* Task goal *
Your answer is to be every line of the material that includes the string "const".

* Data provided *
---+---

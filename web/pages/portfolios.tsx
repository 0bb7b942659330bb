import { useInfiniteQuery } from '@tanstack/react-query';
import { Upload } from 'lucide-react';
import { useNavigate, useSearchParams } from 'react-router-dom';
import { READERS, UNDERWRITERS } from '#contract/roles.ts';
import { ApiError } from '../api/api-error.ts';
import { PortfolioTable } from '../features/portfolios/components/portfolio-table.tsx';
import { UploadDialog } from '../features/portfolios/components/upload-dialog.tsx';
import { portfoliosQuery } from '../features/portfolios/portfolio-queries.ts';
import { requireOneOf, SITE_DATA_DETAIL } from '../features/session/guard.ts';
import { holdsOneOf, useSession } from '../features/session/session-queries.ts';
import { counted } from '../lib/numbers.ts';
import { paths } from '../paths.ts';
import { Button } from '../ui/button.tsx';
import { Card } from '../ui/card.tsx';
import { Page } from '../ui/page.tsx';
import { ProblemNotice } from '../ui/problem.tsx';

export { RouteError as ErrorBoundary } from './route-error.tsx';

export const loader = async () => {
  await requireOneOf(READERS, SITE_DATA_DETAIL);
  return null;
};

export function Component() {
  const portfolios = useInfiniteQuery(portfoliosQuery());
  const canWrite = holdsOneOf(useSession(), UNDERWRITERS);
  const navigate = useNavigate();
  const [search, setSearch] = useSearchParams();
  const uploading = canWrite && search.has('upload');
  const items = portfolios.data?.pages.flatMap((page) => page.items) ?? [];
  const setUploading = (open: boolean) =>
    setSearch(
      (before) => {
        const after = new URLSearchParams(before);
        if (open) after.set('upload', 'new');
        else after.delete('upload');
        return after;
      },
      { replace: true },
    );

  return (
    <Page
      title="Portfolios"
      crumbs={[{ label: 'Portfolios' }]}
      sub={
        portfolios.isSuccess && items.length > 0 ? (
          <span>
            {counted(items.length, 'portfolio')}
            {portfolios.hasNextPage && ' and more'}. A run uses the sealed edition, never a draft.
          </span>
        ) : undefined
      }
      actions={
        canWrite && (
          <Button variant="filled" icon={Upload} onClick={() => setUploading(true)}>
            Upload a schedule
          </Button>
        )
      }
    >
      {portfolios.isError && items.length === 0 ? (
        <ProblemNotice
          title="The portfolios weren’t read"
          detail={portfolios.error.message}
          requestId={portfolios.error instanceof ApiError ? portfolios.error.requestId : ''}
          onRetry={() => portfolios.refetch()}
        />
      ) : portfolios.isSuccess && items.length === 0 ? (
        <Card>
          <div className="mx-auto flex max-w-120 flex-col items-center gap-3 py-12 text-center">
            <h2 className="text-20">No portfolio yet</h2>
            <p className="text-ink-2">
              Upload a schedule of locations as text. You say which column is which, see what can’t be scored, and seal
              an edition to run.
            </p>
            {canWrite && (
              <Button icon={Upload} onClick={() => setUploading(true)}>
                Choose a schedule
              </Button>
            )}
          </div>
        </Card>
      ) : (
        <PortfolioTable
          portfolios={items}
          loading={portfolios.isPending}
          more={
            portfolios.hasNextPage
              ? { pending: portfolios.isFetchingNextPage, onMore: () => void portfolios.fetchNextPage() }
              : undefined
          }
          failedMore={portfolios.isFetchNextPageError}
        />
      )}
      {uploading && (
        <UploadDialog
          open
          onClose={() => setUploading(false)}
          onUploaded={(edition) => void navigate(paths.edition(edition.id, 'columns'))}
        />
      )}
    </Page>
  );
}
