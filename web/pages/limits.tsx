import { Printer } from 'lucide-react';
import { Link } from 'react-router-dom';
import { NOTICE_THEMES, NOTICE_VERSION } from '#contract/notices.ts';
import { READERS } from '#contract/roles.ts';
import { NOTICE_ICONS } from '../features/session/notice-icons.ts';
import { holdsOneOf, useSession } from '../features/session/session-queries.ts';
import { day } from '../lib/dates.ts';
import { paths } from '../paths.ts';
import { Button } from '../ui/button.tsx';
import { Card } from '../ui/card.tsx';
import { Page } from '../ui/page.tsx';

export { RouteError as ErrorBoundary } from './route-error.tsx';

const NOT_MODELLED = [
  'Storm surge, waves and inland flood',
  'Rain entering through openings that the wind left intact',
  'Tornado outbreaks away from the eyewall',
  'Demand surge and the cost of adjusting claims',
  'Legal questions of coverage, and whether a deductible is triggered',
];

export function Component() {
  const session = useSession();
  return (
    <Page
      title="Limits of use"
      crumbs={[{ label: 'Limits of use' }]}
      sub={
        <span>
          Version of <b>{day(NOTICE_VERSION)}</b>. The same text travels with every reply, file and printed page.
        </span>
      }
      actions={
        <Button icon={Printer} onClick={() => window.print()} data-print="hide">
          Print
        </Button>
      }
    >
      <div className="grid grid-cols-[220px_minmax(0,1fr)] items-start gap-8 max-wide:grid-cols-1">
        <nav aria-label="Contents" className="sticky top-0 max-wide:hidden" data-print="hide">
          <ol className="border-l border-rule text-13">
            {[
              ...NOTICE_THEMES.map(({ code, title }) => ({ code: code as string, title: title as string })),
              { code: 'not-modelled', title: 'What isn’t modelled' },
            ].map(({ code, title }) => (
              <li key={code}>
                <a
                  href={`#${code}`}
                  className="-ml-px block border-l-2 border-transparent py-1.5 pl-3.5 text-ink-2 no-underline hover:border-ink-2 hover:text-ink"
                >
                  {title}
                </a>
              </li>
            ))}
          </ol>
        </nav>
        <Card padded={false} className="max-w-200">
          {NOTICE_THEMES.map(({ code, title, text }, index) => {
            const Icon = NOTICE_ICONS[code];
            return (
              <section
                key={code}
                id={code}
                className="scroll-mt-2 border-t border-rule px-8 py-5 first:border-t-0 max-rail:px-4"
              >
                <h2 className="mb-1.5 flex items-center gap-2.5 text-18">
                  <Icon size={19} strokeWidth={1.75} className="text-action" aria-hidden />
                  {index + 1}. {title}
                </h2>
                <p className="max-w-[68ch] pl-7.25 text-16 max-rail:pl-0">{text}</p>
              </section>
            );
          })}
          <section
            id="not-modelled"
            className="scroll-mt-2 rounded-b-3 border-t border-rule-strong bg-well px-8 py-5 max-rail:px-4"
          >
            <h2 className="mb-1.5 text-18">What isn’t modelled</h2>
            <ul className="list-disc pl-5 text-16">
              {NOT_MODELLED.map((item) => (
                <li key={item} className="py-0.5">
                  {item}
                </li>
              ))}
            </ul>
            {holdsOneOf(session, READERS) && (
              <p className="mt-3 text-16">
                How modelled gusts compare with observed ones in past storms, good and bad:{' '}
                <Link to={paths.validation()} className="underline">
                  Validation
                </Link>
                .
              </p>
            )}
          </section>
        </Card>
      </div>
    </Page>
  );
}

---+---

* Task output *
export const loader = async () => {
  const portfolios = useInfiniteQuery(portfoliosQuery());
  const canWrite = holdsOneOf(useSession(), UNDERWRITERS);
  const navigate = useNavigate();
  const [search, setSearch] = useSearchParams();
  const uploading = canWrite && search.has('upload');
  const items = portfolios.data?.pages.flatMap((page) => page.items) ?? [];
  const setUploading = (open: boolean) =>
        const after = new URLSearchParams(before);
const NOT_MODELLED = [
  const session = useSession();
            const Icon = NOTICE_ICONS[code];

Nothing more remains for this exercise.